# Best music genre?



## Rainbow (Aug 30, 2010)

is...


----------



## Monsieur Melancholy (Nov 16, 2012)

Only one of those is even a genre.


----------



## Nekomata (May 26, 2012)

Pots and pans. My dad used to play this to get me out of bed. Heavenly.


----------



## Bewilderebeest (Jun 22, 2013)

You forgot 'Sponges and Head Cheese'.


----------



## SuperDevastation (Jun 7, 2010)

Those aren't music genres they're instruments and kitchen appliances.


----------



## Indigo Manta (Jul 27, 2013)

You can't make an objective statement about and objective topic. Me, I like folk-inspired heavy pop with classical strings.


----------



## Sai (Sep 3, 2012)

Heavy Metal!


----------



## Yobi (Jun 17, 2013)

classic/japanese related


----------



## knightingling (Oct 15, 2013)

Classical and/or symphonic is the real 'heavenly'.


----------



## The Empyrean (Jul 31, 2013)

There's no such thing as best music genre.
But these days I like Electronic (no, not that stupid mainstream crap) and Alternative Rock


----------



## Destiny Lund (Sep 2, 2011)

Electric guitar, old school or modern hard rock.


----------



## DemonAbyss10 (Oct 28, 2010)

Tied between (including examples)

Prog Rock (Rush, King Crimson)
Prog Metal (dream Theater, Symphony X, Opeth)
Symphonic Metal (Epica, Sirenia)
Melodic Death/Doom Metal (Insomnium, Swallow The Sun, Saturnus)
Folk Metal (Eluveitie, Ensiferum)
Hell, just metal in general, and throw in some classic rock and J-rock.


----------



## Octopus Dog (Feb 18, 2013)

Jazz, jazz, jazz, jazz, jazz, jazz, jazz, jazz, jazz, jazz, jazz, jazz, jazz, jazz, jazz, jazz, jazz, jazz, jazz, jazz, jazz, jazz, jazz, jazz, jazz, jazz, jazz, jazz, jazz, jazz, jazz, jazz, jazz, jazz, jazz, jazz, jazz, jazz, jazz, jazz, jazz, jazz, jazz, jazz, jazz, jazz, jazz, jazz, and *JAZZ!!! *:happy:


----------



## Kysinor (Mar 19, 2009)

Electronic. I've got some esoteric electronic and some of that stuff is really some of the most awesome (and otherworldy) stuff I've heard.


----------



## DistortedCortex (Jun 16, 2013)

Electric Guitar (Melodic death metal) - In Flames,Soilwork,Threat signal,Children of Bodom.

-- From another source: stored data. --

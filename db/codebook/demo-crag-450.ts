import type { MachineModel } from '@/lib/model/machine-model'
import { demoParts } from './demo-build'
import { CRAG_450_COMPONENTS } from './demo-crag-450-components'
import { page } from './demo-figures'

/** The parts the demo shop buys for this model; numbers, prices and failure shares are invented. */
const PARTS = demoParts([
  ['ignitionCoil', ['TC-0450-086', 14200, 2], ['AX-7745', 5100, 10]],
  ['sparkPlug', ['TC-0450-085', 1900, 1], ['AX-0317', 1100, 2]],
  ['injector', ['TC-0450-092', 17900, 2]],
  ['fuelPumpUnit', ['TC-0450-090', 29900, 4], ['AX-2245', 12900, 12]],
  ['fuelFilter', ['TC-0450-091', 2400, 1], ['AX-2246', 1200, 2]],
  ['crankSensorUnit', ['TC-0450-094', 9200, 2]],
  ['throttleSensorUnit', ['TC-0450-096', 8900, 2]],
  ['tipOverUnit', ['TC-0450-098', 6900, 2]],
  ['relay', ['TM-0900-075', 2200, 1], ['AX-5104', 800, 3]],
  ['battery12V', ['TC-0450-100', 15900, 3], ['AX-1245', 9900, 8]],
  ['groundStrap', ['TC-0450-101', 1900, 1]],
  ['airFilter', ['TC-0450-064', 2900, 1], ['AX-6445', 1500, 2]],
  ['stopSwitch', ['TC-0450-103', 2900, 1]],
  ['driveChain', ['TC-0450-110', 9900, 1], ['AX-1104', 5900, 3]],
  ['sprocketSet', ['TC-0450-111', 8900, 1], ['AX-1114', 4600, 3]],
  ['clutchPlates', ['TC-0450-076', 9800, 1], ['AX-7645', 5200, 4]],
  ['padSet', ['TC-0450-114', 3900, 1], ['AX-1144', 1900, 3]],
])

/** Unit 33 of the demo fleet: a four-stroke dirt bike with injection and electric start. Maker, model and every figure are invented. */
export const CRAG_450: MachineModel = {
  id: '01980000-0000-7000-8000-000000000209',
  maker: 'Tarnholt',
  model: 'Crag 450',
  features: {
    kind: 'dirtBike',
    strokes: 'four',
    fuelling: 'injection',
    battery: 'yes',
    primesAtKeyOn: 'yes',
    coilType: 'inductive',
    cooling: 'liquid',
    drive: 'chain',
    neutral: 'yes',
    electricStart: 'yes',
    handStart: 'none',
    electronicThrottle: 'no',
    steeringAssist: 'no',
    cylinders: 'one',
  },
  specSheet: {
    showCodes: {
      steps: [
        'Run switch off. Neutral.',
        'Hold the mode button and switch run on. Keep it held for five seconds.',
        'The hour meter shows the first code: a letter and four digits.',
        'Press the button once for the next one. "----" means no more codes.',
        'Write them down in the order shown before you switch off.',
      ],
      clearSteps: [
        'Record every code first. Cleared codes are gone.',
        'At "----" hold the button for ten seconds.',
        'Switch off for ten seconds. Start it and show the codes again.',
      ],
      source: page(120),
    },
    components: CRAG_450_COMPONENTS,
    cutOut: 'closesToStop',
    engagementRpm: null,
    massKg: 109,
    towPreparation:
      'Neutral, run switch off. Strap once round the left foot peg, held by the foot so that it can be let go; walking pace, brakes tried first.',
    parts: PARTS,
    demo: true,
  },
  source: 'demo, invented',
}
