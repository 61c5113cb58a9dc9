// Reading a polynomial in two letters as a long Weierstrass equation, rescaled if it is α y² + ... = δ x³ + ...

import { divide, type Field, square } from "../../algebra/field.ts";
import { coefficient, type Polynomial, unpack } from "../../algebra/multivariate.ts";
import type { Coefficients } from "../weierstrass.ts";

export interface LongForm<T> {
  readonly a: Coefficients<T>;
  /** The letters that play x and y. */
  readonly letters: readonly [string, string];
  /** x = scaleX·X, y = scaleY·Y from the equation as given to the long form; both 1 if nothing was rescaled. */
  readonly scaleX: T;
  readonly scaleY: T;
}

/**
 * The long form of α y² + β xy + γ y = δ x³ + ε x² + ζ x + η, in whichever letter is the cubic one.
 *
 * With k = δ/α: if k = m² then x = X, y = mY, which keeps x (m = 2 for y² = 4x³ − g2 x − g3, and dx/y becomes dX/2Y);
 * otherwise x = X/k, y = Y/k. Undefined if the polynomial has another shape.
 */
export function longForm<T>(F: Field<T>, f: Polynomial<T>): LongForm<T> | undefined {
  const [p, q] = f.variables;
  if (f.variables.length !== 2 || p === undefined || q === undefined) return undefined;
  for (const [x, y] of [[p, q] as const, [q, p] as const]) {
    const form = longFormIn(F, f, x, y);
    if (form) return form;
  }
  return undefined;
}

const SHAPE = [
  [0, 2],
  [1, 1],
  [0, 1],
  [3, 0],
  [2, 0],
  [1, 0],
  [0, 0],
] as const;

function longFormIn<T>(F: Field<T>, f: Polynomial<T>, x: string, y: string): LongForm<T> | undefined {
  const flipped = f.variables[0] !== x;
  const order = (i: number, j: number) => (flipped ? [j, i] : [i, j]);
  const fits = [...f.terms.keys()].every((key) => {
    const [i, j] = order(...(unpack(key, 2) as [number, number]));
    return SHAPE.some(([k, l]) => k === i && l === j);
  });
  if (!fits) return undefined;
  const at = (i: number, j: number) => coefficient(F, f, order(i, j));
  const alpha = at(0, 2);
  const delta = F.neg(at(3, 0));
  if (F.isZero(alpha) || F.isZero(delta)) return undefined;
  const { scaleX, scaleY } = scalesOf(F, divide(F, delta, alpha));
  // Put x = scaleX·X, y = scaleY·Y and divide by α·scaleY², the coefficient of Y².
  const unit = F.inv(F.mul(alpha, square(F, scaleY)));
  const term = (i: number, j: number, factor: T) => F.mul(unit, F.mul(at(i, j), factor));
  const a: Coefficients<T> = [
    term(1, 1, F.mul(scaleX, scaleY)),
    F.neg(term(2, 0, square(F, scaleX))),
    term(0, 1, scaleY),
    F.neg(term(1, 0, scaleX)),
    F.neg(term(0, 0, F.one)),
  ];
  return { a, letters: [x, y], scaleX, scaleY };
}

function scalesOf<T>(F: Field<T>, k: T): { readonly scaleX: T; readonly scaleY: T } {
  const m = F.sqrt(k);
  if (m !== undefined) return { scaleX: F.one, scaleY: m };
  const scaleX = F.inv(k);
  return { scaleX, scaleY: scaleX };
}
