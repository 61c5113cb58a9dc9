// From tokens to a tree. Juxtaposition multiplies; what could be read in two ways is refused, with both readings.

import { type Token, type TokenKind, tokens } from "./lexer.ts";
import { faultAt, type Source } from "./source.ts";

export type Tree =
  | { readonly kind: "number"; readonly text: string; readonly offset: number }
  | { readonly kind: "name"; readonly name: string; readonly offset: number; readonly length: number }
  | { readonly kind: "slot"; readonly index: number; readonly offset: number; readonly length: number }
  | RootTree
  | { readonly kind: "negate"; readonly of: Tree; readonly offset: number }
  | Pair<"sum">
  | Pair<"difference">
  | Pair<"product">
  | Pair<"quotient">
  | PowerTree;

interface Pair<K extends string> {
  readonly kind: K;
  readonly left: Tree;
  readonly right: Tree;
  readonly offset: number;
}

export type QuotientTree = Pair<"quotient">;

export interface PowerTree {
  readonly kind: "power";
  readonly base: Tree;
  readonly exponent: Exponent;
  readonly offset: number;
}

export interface RootTree {
  readonly kind: "root";
  readonly of: Tree;
  readonly offset: number;
}

export type Exponent = { readonly value: number } | { readonly slot: number };

/** Both sides of an equation; an expression without "=" is read as "= 0". */
export interface EquationTree {
  readonly left: Tree;
  readonly right: Tree | undefined;
}

const CLOSING: Readonly<Record<string, string>> = { "(": ")", "[": "]", "{": "}" };
const LARGEST_EXPONENT = 60;
const STARTS_FACTOR: readonly TokenKind[] = ["number", "name", "slot", "open", "fraction", "root"];

/** Parses one equation. Throws a DomainError that marks the place. */
export function parseEquation(source: Source): EquationTree {
  const reader: Reader = { source, tokens: tokens(source), at: 0 };
  if (peek(reader).kind === "end") {
    throw fault(reader, peek(reader), "nothing", "an equation, such as y^2 = x^3 - x");
  }
  const left = sum(reader);
  const equals = peek(reader).kind === "=";
  if (equals) reader.at++;
  const right = equals ? sum(reader) : undefined;
  const rest = peek(reader);
  if (rest.kind === "=") throw fault(reader, rest, 'a second "="', "one equation");
  if (rest.kind !== "end") throw fault(reader, rest, describe(rest), "the end of the equation");
  return { left, right };
}

interface Reader {
  readonly source: Source;
  readonly tokens: readonly Token[];
  at: number;
}

function peek(reader: Reader): Token {
  return reader.tokens[reader.at]!;
}

function take(reader: Reader): Token {
  const token = peek(reader);
  if (token.kind !== "end") reader.at++;
  return token;
}

function sum(reader: Reader): Tree {
  let left = signed(reader);
  for (;;) {
    const { kind, offset } = peek(reader);
    if (kind !== "+" && kind !== "-") return left;
    take(reader);
    left = { kind: kind === "+" ? "sum" : "difference", left, right: signed(reader), offset };
  }
}

/** A product with its sign: −x² is −(x²), and a − −b is allowed. */
function signed(reader: Reader): Tree {
  const { kind, offset } = peek(reader);
  if (kind !== "+" && kind !== "-") return product(reader);
  take(reader);
  const of = signed(reader);
  return kind === "-" ? { kind: "negate", of, offset } : of;
}

function product(reader: Reader): Tree {
  const first = peek(reader);
  let left = power(reader);
  let slash: Token | undefined; // the last operator was "/", so what is set beside it has two readings
  for (;;) {
    const token = peek(reader);
    if (token.kind === "*" || token.kind === "/") {
      take(reader);
      const kind = token.kind === "*" ? "product" : "quotient";
      slash = token.kind === "/" ? token : undefined;
      left = { kind, left, right: factor(reader), offset: token.offset };
    } else if (STARTS_FACTOR.includes(token.kind)) {
      if (slash) throw twoReadings(reader, first, slash, token);
      refuseNumberBesideNumber(reader, token);
      left = { kind: "product", left, right: power(reader), offset: token.offset };
    } else {
      return left;
    }
  }
}

/** After an operator a sign may stand: 2 * -3. */
function factor(reader: Reader): Tree {
  const { kind, offset } = peek(reader);
  if (kind !== "-" && kind !== "+") return power(reader);
  take(reader);
  const of = factor(reader);
  return kind === "-" ? { kind: "negate", of, offset } : of;
}

function power(reader: Reader): Tree {
  const base = atom(reader);
  const mark = peek(reader);
  if (mark.kind !== "^" && mark.kind !== "power") return base;
  take(reader);
  const exponent = mark.kind === "power" ? checkedExponent(reader, mark) : exponentAfterCaret(reader);
  const again = peek(reader);
  if (again.kind === "^" || again.kind === "power") {
    throw fault(reader, again, "a power of a power", "one exponent", "Put the inner power in brackets.");
  }
  return { kind: "power", base, exponent, offset: mark.offset };
}

function exponentAfterCaret(reader: Reader): Exponent {
  const token = take(reader);
  if (token.kind === "slot") return { slot: Number(token.text) };
  if (token.kind === "open") {
    const inner = exponentAfterCaret(reader);
    close(reader, token);
    return inner;
  }
  return checkedExponent(reader, token);
}

function checkedExponent(reader: Reader, token: Token): Exponent {
  const plain = (token.kind === "number" || token.kind === "power") && /^\d+$/.test(token.text);
  if (plain && Number(token.text) <= LARGEST_EXPONENT) return { value: Number(token.text) };
  const expected = `a whole exponent from 0 to ${LARGEST_EXPONENT}`;
  throw fault(reader, token, plain ? `the exponent ${token.text}` : describe(token), expected);
}

function atom(reader: Reader): Tree {
  const token = take(reader);
  const { offset, length } = token;
  switch (token.kind) {
    case "number":
      return { kind: "number", text: token.text, offset };
    case "name":
      return { kind: "name", name: token.text, offset, length };
    case "slot":
      return { kind: "slot", index: Number(token.text), offset, length };
    case "root":
      return { kind: "root", of: atom(reader), offset };
    case "fraction":
      return { kind: "quotient", left: group(reader), right: group(reader), offset };
    case "open": {
      const inner = sum(reader);
      close(reader, token);
      return inner;
    }
    default:
      throw fault(reader, token, describe(token), "a number, a letter, an inserted value or a bracket");
  }
}

/** The braced argument of \frac; `\frac12` is refused since its digits belong together elsewhere. */
function group(reader: Reader): Tree {
  const token = peek(reader);
  if (token.kind !== "open" || token.text !== "{") {
    throw fault(reader, token, describe(token), "a group in braces after \\frac, as in \\frac{1}{2}");
  }
  return atom(reader);
}

function close(reader: Reader, open: Token): void {
  const token = take(reader);
  const wanted = CLOSING[open.text];
  if (token.kind !== "close" || token.text !== wanted) {
    throw fault(reader, token, describe(token), `"${wanted}" for the "${open.text}" before it`);
  }
}

/** "2 3" is a slip or a digit group; x^2 3 too, since its exponent is written in digits. */
function refuseNumberBesideNumber(reader: Reader, token: Token): void {
  const before = reader.tokens[reader.at - 1]!;
  if (token.kind !== "number" || before.kind !== "number") return;
  throw fault(reader, token, `the number ${token.text} beside ${before.text}`, "an operator between them");
}

function twoReadings(reader: Reader, first: Token, slash: Token, token: Token) {
  const { text } = reader.source;
  const numerator = text.slice(first.offset, slash.offset).trim();
  const denominator = text.slice(slash.offset + slash.length, token.offset).trim();
  const rest = text.slice(token.offset, token.offset + token.length);
  return faultAt(reader.source, {
    offset: first.offset,
    length: token.offset + token.length - first.offset,
    given: `${numerator}/${denominator}${rest} has two readings`,
    expected: `(${numerator}/${denominator})*${rest} or ${numerator}/(${denominator}*${rest})`,
    hint: "Write the one that is meant.",
  });
}

function describe(token: Token): string {
  if (token.kind === "end") return "the end of the equation";
  return token.kind === "slot" ? "an inserted value" : `"${token.text}"`;
}

function fault(reader: Reader, token: Token, given: string, expected: string, hint?: string) {
  const { offset, length } = token;
  return faultAt(reader.source, { offset, length, given, expected, ...(hint ? { hint } : {}) });
}
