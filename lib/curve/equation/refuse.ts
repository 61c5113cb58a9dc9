// Why an equation is no long Weierstrass form, in words a user can act on.

import type { Field } from "../../algebra/field.ts";
import { degree, degreeIn, homogenise, isHomogeneous, type Polynomial } from "../../algebra/multivariate.ts";
import { rationals } from "../../algebra/rationals.ts";
import type { Rational } from "../../number/rational.ts";
import { DomainError } from "../../proof/errors.ts";
import { rationalLines } from "../map/singularcubic.ts";
import { plainPolynomial } from "./print.ts";

const LONG_FORM = "y^2 + a1*x*y + a3*y = x^3 + a2*x^2 + a4*x + a6 in two letters";

/** The refusal for a polynomial that is not of the long form. */
export function notLongForm<T>(F: Field<T>, f: Polynomial<T>): DomainError {
  const { what, hint } = lineIn(F, f) ?? diagnosis(f);
  return new DomainError({
    subject: "curve",
    given: `${plainPolynomial(F, f)} = 0 is ${what}`,
    expected: LONG_FORM,
    hint,
    argument: "equation",
  });
}

/** A cubic over Q that holds a line has no use for the advice to give it as a cubic. */
function lineIn<T>(F: Field<T>, f: Polynomial<T>): { readonly what: string; readonly hint: string } | undefined {
  const letters = f.variables.length;
  if (F.name !== "Q" || degree(f) !== 3 || letters < 2 || !(letters === 2 || isHomogeneous(f))) return undefined;
  const form = (letters === 2 ? homogenise(f, extraLetter(f.variables)) : f) as unknown as Polynomial<Rational>;
  const lines = rationalLines(form);
  if (lines.length === 0) return undefined;
  const named = lines.map((line) => `${plainPolynomial(rationals, line)} = 0`);
  return {
    what: `a cubic that contains the ${lines.length > 1 ? "lines" : "line"} ${named.join(", ")}`,
    hint: "With a line as component it is no curve of genus 1.",
  };
}

function extraLetter(used: readonly string[]): string {
  return ["z", "w", "t", "s"].find((name) => !used.includes(name))!;
}

function diagnosis<T>(f: Polynomial<T>): { readonly what: string; readonly hint: string } {
  const d = degree(f);
  const letters = f.variables.length;
  if (d < 0) return { what: "an empty condition", hint: "Both sides are the same polynomial." };
  if (letters < 2)
    return { what: `an equation in ${letters === 0 ? "no letter" : "one letter"}`, hint: "A curve needs two letters." };
  if (d <= 2) return { what: `of degree ${d}: a line or a conic, of genus 0`, hint: "" };
  if (d === 3 && (letters === 2 || isHomogeneous(f))) {
    return {
      what: "a plane cubic that is not in the long form",
      hint: "Give it as cubic`...` and a rational point of it: C.through({ ... }).curve.",
    };
  }
  if (letters === 2 && f.variables.every((name) => degreeIn(f, name) <= 2)) {
    return {
      what: "an equation of degree 2 in each letter",
      hint: "Give it as biquadratic`...` and a rational point of it: C.through({ ... }).curve.",
    };
  }
  if (letters === 2 && f.variables.some((name) => isDoubleCover(f, name))) {
    return {
      what: `y^2 = polynomial of degree ${d} or a cover like it`,
      hint: d === 4 ? "Give it as quartic`...` and a rational point of it." : "Its genus is not 1.",
    };
  }
  return {
    what: `of degree ${d} in ${letters} letters`,
    hint: "Bring it into one of the forms cubic, quartic, biquadratic or quadrics first.",
  };
}

/** Quadratic in one letter, with a constant coefficient there: y² = f(x). */
function isDoubleCover<T>(f: Polynomial<T>, y: string): boolean {
  return degreeIn(f, y) === 2;
}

Electronic (Hardstyle&Hardcore) - Headhunterz,Angerfist.

Converge the two together and you get something beautiful called (Djent) - Intervals,Volumes.


----------



## PowerShell (Feb 3, 2013)

Classic rock. Listening to the album In Color by Cheap Trick


----------



## Wellsy (Oct 24, 2011)

Where mah stoner rock at


----------